Hi Jeff, Your project is coming along nice, and the parts you made look really good! :bow:

Your being silly! Your building Elmer's #41 and that's what it looks like to me! :big:

Hey, I love the look of the brass hex head bolts. where did ya get them... come on, you can tell me... please... Purty please..

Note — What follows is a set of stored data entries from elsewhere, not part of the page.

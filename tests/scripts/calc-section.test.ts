import { describe, expect, it } from 'vitest';
import { run } from '../../scripts/calc/section';
import { calcCli } from './calc-helpers';

describe('calc section', () => {
  it('has exactly the documented fields', async () => {
    const out = await run(['40x40-s8']);
    expect(Object.keys(out).sort()).toEqual(
      ['E_MPa', 'Iy_mm4', 'Ix_mm4', 'Wx_mm3', 'Wy_mm3', 'alloy', 'area_mm2', 'mass_kg_per_m', 'profile', 'Ixy_mm4', 'I1_mm4', 'I2_mm4', 'angle_deg'].sort(),
    );
    expect(out.profile).toBe('40x40-s8');
    expect(out.alloy).toBe('6063-T5');
  });

  it('gives handbook values for a plain tube: I = (BH³ − bh³)/12, W = I/(H/2) [H]', async () => {
    const out = await run(['tube:40x20x2']);
    expect(out.Ix_mm4).toBeCloseTo((40 * 20 ** 3 - 36 * 16 ** 3) / 12, 6);
    expect(out.Wx_mm3).toBeCloseTo(out.Ix_mm4 / 10, 6);
    // 224 mm² × 2700 kg/m³ (MatWeb density of 6063) = 0.6048 kg/m.
    expect(out.mass_kg_per_m).toBeCloseTo(0.6048, 9);
    expect(out.E_MPa).toBe(68_900);
  });

  it('gives the principal axes of an angle: I₁,₂ = (Ix + Iy)/2 ± √(((Ix − Iy)/2)² + Ixy²), 45° for an equal angle (Roark, Table A.1)', async () => {
    const out = await run(['angle:40x40x4']);
    expect(out.Ixy_mm4).toBeLessThan(0);
    expect(out.I1_mm4).toBeCloseTo(out.Ix_mm4 - out.Ixy_mm4, 6);
    expect(out.I2_mm4).toBeCloseTo(out.Ix_mm4 + out.Ixy_mm4, 6);
    expect(out.angle_deg).toBeCloseTo(45, 9);
    const sym = await run(['40x40-s8']);
    expect(Math.abs(sym.Ixy_mm4)).toBeLessThan(1e-6 * sym.Ix_mm4);
  });

  it('names the profile in the error for an unknown one', async () => {
    await expect(run(['50x50-s9'])).rejects.toThrow(/profile/);
    await expect(run([])).rejects.toThrow(/profile/);
  });

  it('exits non-zero with a message on stderr from the command line', () => {
    const ok = calcCli(['section', '1x1']);
    expect(ok.code).toBe(0);
    expect(JSON.parse(ok.stdout).profile).toBe('1x1');
    const bad = calcCli(['section', 'nope']);
    expect(bad.code).not.toBe(0);
    expect(bad.stderr).toMatch(/profile: "nope" is not a known profile/);
    expect(bad.stdout).toBe('');
  }, 60_000); // spawns node processes on a shared machine
});
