import fc from 'fast-check';
import { describe, expect, it } from 'vitest';
import { countCovers } from '../../scripts/bench-cut/count-covers';

// The benchmark's cover count against a brute force written apart from it: every way of grouping the pieces into bars
// of at most three pieces that add up to the bar, as multisets (equal lengths are interchangeable), collected in a set.
function bruteForce(pieces: number[], cap: number): number {
  const found = new Set<string>();
  const walk = (left: number[], bars: number[][]): void => {
    if (left.length === 0) {
      found.add(bars.map((b) => b.slice().sort((x, y) => x - y).join('+')).sort().join(' | '));
      return;
    }
    const [first, ...rest] = left;
    const tryBar = (bar: number[], from: number, others: number[]): void => {
      const sum = bar.reduce((a, b) => a + b, 0);
      if (sum === cap) walk(others, [...bars, bar]);
      if (bar.length === 3 || sum >= cap) return;
      for (let k = from; k < others.length; k++) tryBar([...bar, others[k]], k, [...others.slice(0, k), ...others.slice(k + 1)]);
    };
    tryBar([first], 0, rest);
  };
  walk(pieces.slice().sort((a, b) => b - a), []);
  return found.size;
}

function asCounts(pieces: number[]): { sizes: number[]; demand: number[] } {
  const m = new Map<number, number>();
  for (const p of pieces) m.set(p, (m.get(p) ?? 0) + 1);
  const sizes = [...m.keys()].sort((a, b) => b - a);
  return { sizes, demand: sizes.map((s) => m.get(s)!) };
}

describe('cover count of the three-part benchmark lists', () => {
  it('finds the one way back on a hand-made list, and two where two exist', () => {
    // 5+1, 4+2, 3+3 on bars of 6: the only grouping (the 5 needs the 1, then the 4 needs the 2).
    const one = asCounts([5, 4, 3, 3, 2, 1]);
    expect(countCovers(one.sizes, one.demand, 6, 1000)).toMatchObject({ covers: 1, complete: true });
    // 4+1+1 | 3+3 | 2+2+2 or 4+2 | 3+2+1 | 3+2+1: two groupings (3+3 with 2+2+1+1 needs a four-part bar, not counted).
    const two = asCounts([4, 3, 3, 2, 2, 2, 1, 1]);
    expect(countCovers(two.sizes, two.demand, 6, 1000)).toMatchObject({ covers: bruteForce([4, 3, 3, 2, 2, 2, 1, 1], 6), complete: true });
    expect(bruteForce([4, 3, 3, 2, 2, 2, 1, 1], 6)).toBe(2);
  });

  it('says when its budget ran out', () => {
    const l = asCounts([5, 4, 3, 3, 2, 1]);
    expect(countCovers(l.sizes, l.demand, 6, 1).complete).toBe(false);
  });

  it('agrees with the brute force on small lists cut from whole bars', () => {
    // Bars of 12 cut into two or three pieces: short lengths, so equal pieces and several groupings are common.
    const bar = fc.oneof(
      fc.integer({ min: 1, max: 11 }).map((a) => [a, 12 - a]),
      fc.tuple(fc.integer({ min: 1, max: 10 }), fc.integer({ min: 1, max: 10 })).filter(([a, b]) => a + b < 12).map(([a, b]) => [a, b, 12 - a - b]),
    );
    fc.assert(
      fc.property(fc.array(bar, { minLength: 1, maxLength: 3 }), (bars) => {
        const pieces = bars.flat();
        const { sizes, demand } = asCounts(pieces);
        const c = countCovers(sizes, demand, 12, 100_000);
        expect(c.complete).toBe(true);
        expect(c.covers).toBe(bruteForce(pieces, 12));
        expect(c.covers).toBeGreaterThanOrEqual(1);
      }),
      { numRuns: 200 },
    );
  });
});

I'm not sure.. but I might have started all this madness, by making the 'Building of Elmer's engines' fashionable. ;D

Keep up the good work! I'm pull in for ya!

-MB


----------



## zeeprogrammer (Mar 13, 2010)

Looks great Jeff. Nice job.


----------



## Philjoe5 (Mar 13, 2010)

Jeff, great looking engine parts. I like the contrasting metals. Thanks for posting, you did a lot in a day

Cheers,
Phil


----------



## Jeff02 (Mar 13, 2010)

Metal Butcher  said:
			
		

> Hi Jeff, Your project is coming along nice, and the parts you made look really good! :bow:
> 
> Your being silly! Your building Elmer's #41 and that's what it looks like to me! :big:
> 
> ...



The Hex Bolts came for Miniature screws & Fasteners
http://www.jimorrisco.com/index/group/id/10

Thanks for the kind words!


----------



## Jeff02 (Mar 13, 2010)

Calling it quits for tonight.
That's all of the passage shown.